----- Entries shown

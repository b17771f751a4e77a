/**
 * Text normalisation of model expressions typed by users or printed in
 * reference files, before mathjs parses them:
 *
 * - `[ ]` → `( )`, `**` → `^`, function aliases (`arctan` → `atan`, `ln` → `log`, …);
 * - the product's own notation: `·` `×` `⋅` `∙` → `*`, `÷` → `/`, `−` `–` → `-`,
 *   `≤` `≥` `≠` → `<=` `>=` `!=`, `&&` `||` → `and` `or`, superscript powers
 *   (`x²` → `x^2`, `x⁻¹` → `x^(-1)`), subscript digits (`χ₀` → `χ0`), the micro
 *   sign `µ` → Greek `μ`, and `√`/`∛` applied to the name, number, call or
 *   parenthesis right after them (`√x` → `sqrt(x)`, `√(…)` → `sqrt(…)`, so
 *   `√x²` is `sqrt(x)^2`);
 * - line breaks, tabs and non-breaking spaces → spaces;
 * - an optional `lhs = rhs` form (see `splitEquation`).
 *
 * Numbers (`1.5e-3`, `2E6`) are copied unchanged. `normalizeWithMap` also
 * returns, for every character of the normalised text, the index of the
 * character of the original text it came from, so that an error found in
 * the normalised text can point into what the user typed.
 */
import { CoreMessageError, msg } from '../messages';
import type { ICoreMessage } from '../messages';

/** Function-name aliases accepted in expressions, mapped to the canonical name. */
export const FUNCTION_ALIASES: Readonly<Record<string, string>> = Object.freeze({
  arctan: 'atan',
  arcsin: 'asin',
  arccos: 'acos',
  arctanh: 'atanh',
  arcsinh: 'asinh',
  arccosh: 'acosh',
  ln: 'log'
});

/** Result of splitting `lhs = rhs`. */
export interface IEquationText {
  /** Left-hand side (response), or null when the text has no `=`. */
  lhs: string | null;
  /** Right-hand side (model). */
  rhs: string;
}

/** Normalised text with the way back to the original. */
export interface INormalizedText {
  /** Normalised, trimmed text. */
  readonly text: string;
  /**
   * `map[i]` is the index in the original text of normalised character `i`;
   * `map[text.length]` is the end of the meaningful original text.
   */
  readonly map: readonly number[];
}

/** Error in a model expression (syntax, unknown function, unsupported construct …). */
export class ExpressionError extends CoreMessageError {
  /**
   * @param detail what is wrong, in our words (a bare string is accepted
   *   for older callers and wrapped as it is)
   * @param position index into the text the user typed, or null
   */
  constructor(
    detail: ICoreMessage | string,
    readonly position: number | null = null
  ) {
    super(typeof detail === 'string' ? msg('expression.invalid', 'The expression cannot be used (%1).', detail) : detail);
    this.name = 'ExpressionError';
  }
}

/** Longest stretch of user text a message may quote. */
export const QUOTE_LIMIT = 40;

/** User text for a message: at most `limit` characters (an ellipsis marks the cut). */
export function quote(text: string, limit = QUOTE_LIMIT): string {
  const chars = Array.from(text);
  return chars.length <= limit ? text : `${chars.slice(0, limit - 1).join('')}…`;
}

/** Names for a message: at most `max` of them, each shortened, `…` when some are left out (≤ ~75 characters). */
export function nameList(names: readonly string[], max = 4): string {
  const shown = names.slice(0, max).map((n) => quote(n, 16));
  return names.length > max ? `${shown.join(', ')}, …` : shown.join(', ');
}

const ONE_TO_ONE: Readonly<Record<string, string>> = {
  '[': '(',
  ']': ')',
  '·': '*',
  '×': '*',
  '⋅': '*',
  '∙': '*',
  '∗': '*',
  '÷': '/',
  '−': '-',
  '–': '-',
  '‒': '-',
  '﹣': '-',
  µ: 'μ',
  '₀': '0',
  '₁': '1',
  '₂': '2',
  '₃': '3',
  '₄': '4',
  '₅': '5',
  '₆': '6',
  '₇': '7',
  '₈': '8',
  '₉': '9'
};

const SUPERSCRIPT_DIGITS: Readonly<Record<string, string>> = {
  '⁰': '0',
  '¹': '1',
  '²': '2',
  '³': '3',
  '⁴': '4',
  '⁵': '5',
  '⁶': '6',
  '⁷': '7',
  '⁸': '8',
  '⁹': '9'
};

const TWO_CHAR: Readonly<Record<string, string>> = { '**': '^', '&&': ' and ', '||': ' or ' };
const SYMBOLS: Readonly<Record<string, string>> = { '≤': '<=', '≥': '>=', '≠': '!=' };
const ROOTS: Readonly<Record<string, string>> = { '√': 'sqrt', '∛': 'cbrt' };

/** Characters mathjs reads as letters of a name (without `$`, which we do not accept). */
export const NAME_START = /[A-Za-z_\u00C0-\u02AF\u0370-\u03FF\u2100-\u214F]/;
const NAME_PART = /[A-Za-z_0-9\u00C0-\u02AF\u0370-\u03FF\u2100-\u214F]/;

function isSpace(c: string): boolean {
  return /\s/.test(c) || c === '\u00A0' || c === '\u2009' || c === '\u202F' || c === '\u2007';
}

/** Builder of normalised text with its map. */
class Out {
  text = '';
  readonly map: number[] = [];
  push(s: string, origin: number): void {
    this.text += s;
    for (let j = 0; j < s.length; j++) {
      this.map.push(origin);
    }
  }
}

/**
 * Normalises `text` (see the module comment) and maps every normalised
 * character back to the original. Throws `ExpressionError` only for a `√`
 * with nothing it could apply to.
 */
export function normalizeWithMap(text: string): INormalizedText {
  // 1:1 substitutions first (indices are unchanged).
  const chars: string[] = [];
  for (let i = 0; i < text.length; i++) {
    const c = text[i];
    chars.push(Object.prototype.hasOwnProperty.call(ONE_TO_ONE, c) ? ONE_TO_ONE[c] : isSpace(c) ? ' ' : c);
  }
  const s = chars.join('');
  const out = new Out();
  /** Closers owed after the next operand (one entry per pending √). */
  let pendingRoots = 0;
  /** For each open parenthesis: closers to write after its `)`. */
  const parenClosers: number[] = [];
  let i = 0;
  const closeOperand = (count: number, origin: number): void => {
    for (let j = 0; j < count; j++) {
      out.push(')', origin);
    }
  };
  const skipSpaces = (from: number): number => {
    let j = from;
    while (j < s.length && s[j] === ' ') {
      j++;
    }
    return j;
  };
  while (i < s.length) {
    const c = s[i];
    const two = s.slice(i, i + 2);
    if (Object.prototype.hasOwnProperty.call(ROOTS, c)) {
      const next = skipSpaces(i + 1);
      const n = s[next];
      if (n === '(') {
        // √(…) is the call itself.
        out.push(ROOTS[c], i);
        i = next;
        continue;
      }
      out.push(`${ROOTS[c]}(`, i);
      pendingRoots++;
      if (n === undefined || !(n === '.' || /[0-9]/.test(n) || NAME_START.test(n) || Object.prototype.hasOwnProperty.call(ROOTS, n))) {
        throw new ExpressionError(
          msg('expression.root.operand', 'The root sign at character %1 must be followed by a name, a number or a parenthesis, e.g. √x or √(1 - x).', i + 1),
          i
        );
      }
      i = next;
      continue;
    }
    if (c === '(') {
      out.push('(', i);
      parenClosers.push(pendingRoots);
      pendingRoots = 0;
      i++;
      continue;
    }
    if (c === ')') {
      out.push(')', i);
      closeOperand(parenClosers.pop() ?? 0, i);
      i++;
      continue;
    }
    if (/[0-9.]/.test(c) && (c !== '.' || /[0-9]/.test(s[i + 1] ?? ''))) {
      // A number: digits, decimals, an exponent (copied as typed).
      const m = /^(?:\d+\.?\d*|\.\d+)(?:[eE][+-]?\d+)?/.exec(s.slice(i));
      const token = m ? m[0] : c;
      out.push(token, i);
      for (let j = 1; j < token.length; j++) {
        out.map[out.map.length - token.length + j] = i + j;
      }
      i += token.length;
      closeOperand(pendingRoots, i - 1);
      pendingRoots = 0;
      continue;
    }
    if (NAME_START.test(c) || (c >= '\uD800' && c <= '\uDBFF')) {
      let j = i + 1;
      while (j < s.length && (NAME_PART.test(s[j]) || (s[j] >= '\uD800' && s[j] <= '\uDFFF'))) {
        j++;
      }
      const name = s.slice(i, j);
      const after = skipSpaces(j);
      const isCall = s[after] === '(';
      const canonical = isCall && Object.prototype.hasOwnProperty.call(FUNCTION_ALIASES, name) ? FUNCTION_ALIASES[name] : name;
      for (let k = 0; k < canonical.length; k++) {
        out.push(canonical[k], canonical === name ? i + k : i);
      }
      if (isCall) {
        // The call's parenthesis carries the closers of √ before the name.
        if (canonical === name) {
          for (let k = j; k < after; k++) {
            out.push(' ', k);
          }
        }
        out.push('(', after);
        parenClosers.push(pendingRoots);
        pendingRoots = 0;
        i = after + 1;
      } else {
        closeOperand(pendingRoots, j - 1);
        pendingRoots = 0;
        i = j;
      }
      continue;
    }
    if (Object.prototype.hasOwnProperty.call(SUPERSCRIPT_DIGITS, c) || ((c === '⁻' || c === '⁺') && Object.prototype.hasOwnProperty.call(SUPERSCRIPT_DIGITS, s[i + 1] ?? ''))) {
      let j = i;
      let sign = '';
      if (s[j] === '⁻' || s[j] === '⁺') {
        sign = s[j] === '⁻' ? '-' : '';
        j++;
      }
      let digits = '';
      while (j < s.length && Object.prototype.hasOwnProperty.call(SUPERSCRIPT_DIGITS, s[j])) {
        digits += SUPERSCRIPT_DIGITS[s[j]];
        j++;
      }
      out.push(sign ? `^(-${digits})` : `^${digits}`, i);
      if (/[0-9.]/.test(s[j] ?? '')) {
        // x²3 is x²·3, not x^23.
        out.push('*', j - 1);
      }
      i = j;
      continue;
    }
    if (Object.prototype.hasOwnProperty.call(TWO_CHAR, two)) {
      out.push(TWO_CHAR[two], i);
      i += 2;
      continue;
    }
    if (Object.prototype.hasOwnProperty.call(SYMBOLS, c)) {
      out.push(SYMBOLS[c], i);
      i++;
      continue;
    }
    out.push(c, i);
    i++;
  }
  // Trim, keeping the map aligned.
  const full = out.text;
  const start = full.length - full.trimStart().length;
  const trimmed = full.trim();
  const map = out.map.slice(start, start + trimmed.length);
  const endOrigin = trimmed.length > 0 ? map[map.length - 1] + 1 : text.trimEnd().length;
  map.push(Math.min(endOrigin, text.length));
  return { text: trimmed, map };
}

/** Applies the mappings of `normalizeWithMap` and returns the text alone. */
export function normalizeExpressionText(text: string): string {
  return normalizeWithMap(text).text;
}

/** Splits a normalised `lhs = rhs` text at its single `=` (not `==`, `<=`, `>=`, `!=`). Throws `ExpressionError` for a second `=`. */
export function splitEquation(text: string): IEquationText {
  const split = splitEquationAt(text);
  if (split.equals.length > 1) {
    throw new ExpressionError(
      msg('expression.equals.count', "An equation has at most one '=' (response = model): this one has %1.", split.equals.length),
      split.equals[1]
    );
  }
  return { lhs: split.lhs, rhs: split.rhs };
}

/** `splitEquation` with the offsets of both sides and of every `=` in `text`. */
export interface IEquationSplit extends IEquationText {
  lhsOffset: number;
  rhsOffset: number;
  /** Offsets of the `=` signs (more than one is an error the caller reports). */
  equals: number[];
}

/** Splits at the first `=`, with offsets; the caller checks `equals.length`. */
export function splitEquationAt(text: string): IEquationSplit {
  const equals: number[] = [];
  const re = /(?<![<>=!])=(?!=)/g;
  for (let m = re.exec(text); m !== null; m = re.exec(text)) {
    equals.push(m.index);
  }
  const trimmedAt = (from: number, to: number): { part: string; offset: number } => {
    const raw = text.slice(from, to);
    return { part: raw.trim(), offset: from + (raw.length - raw.trimStart().length) };
  };
  if (equals.length === 0) {
    const r = trimmedAt(0, text.length);
    return { lhs: null, rhs: r.part, lhsOffset: 0, rhsOffset: r.offset, equals };
  }
  const l = trimmedAt(0, equals[0]);
  const r = trimmedAt(equals[0] + 1, equals.length > 1 ? equals[1] : text.length);
  return { lhs: l.part, rhs: r.part, lhsOffset: l.offset, rhsOffset: r.offset, equals };
}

----------

- _Assigned task_
Above are some lines. Repeat exactly, and only, those from the line that has "const name = s.slice(i, j);" through the line that has "if (canonical === name)".

- _Task response_
      const name = s.slice(i, j);
      const after = skipSpaces(j);
      const isCall = s[after] === '(';
      const canonical = isCall && Object.prototype.hasOwnProperty.call(FUNCTION_ALIASES, name) ? FUNCTION_ALIASES[name] : name;
      for (let k = 0; k < canonical.length; k++) {
        out.push(canonical[k], canonical === name ? i + k : i);
      }
      if (isCall) {
        // The call's parenthesis carries the closers of √ before the name.
        if (canonical === name) {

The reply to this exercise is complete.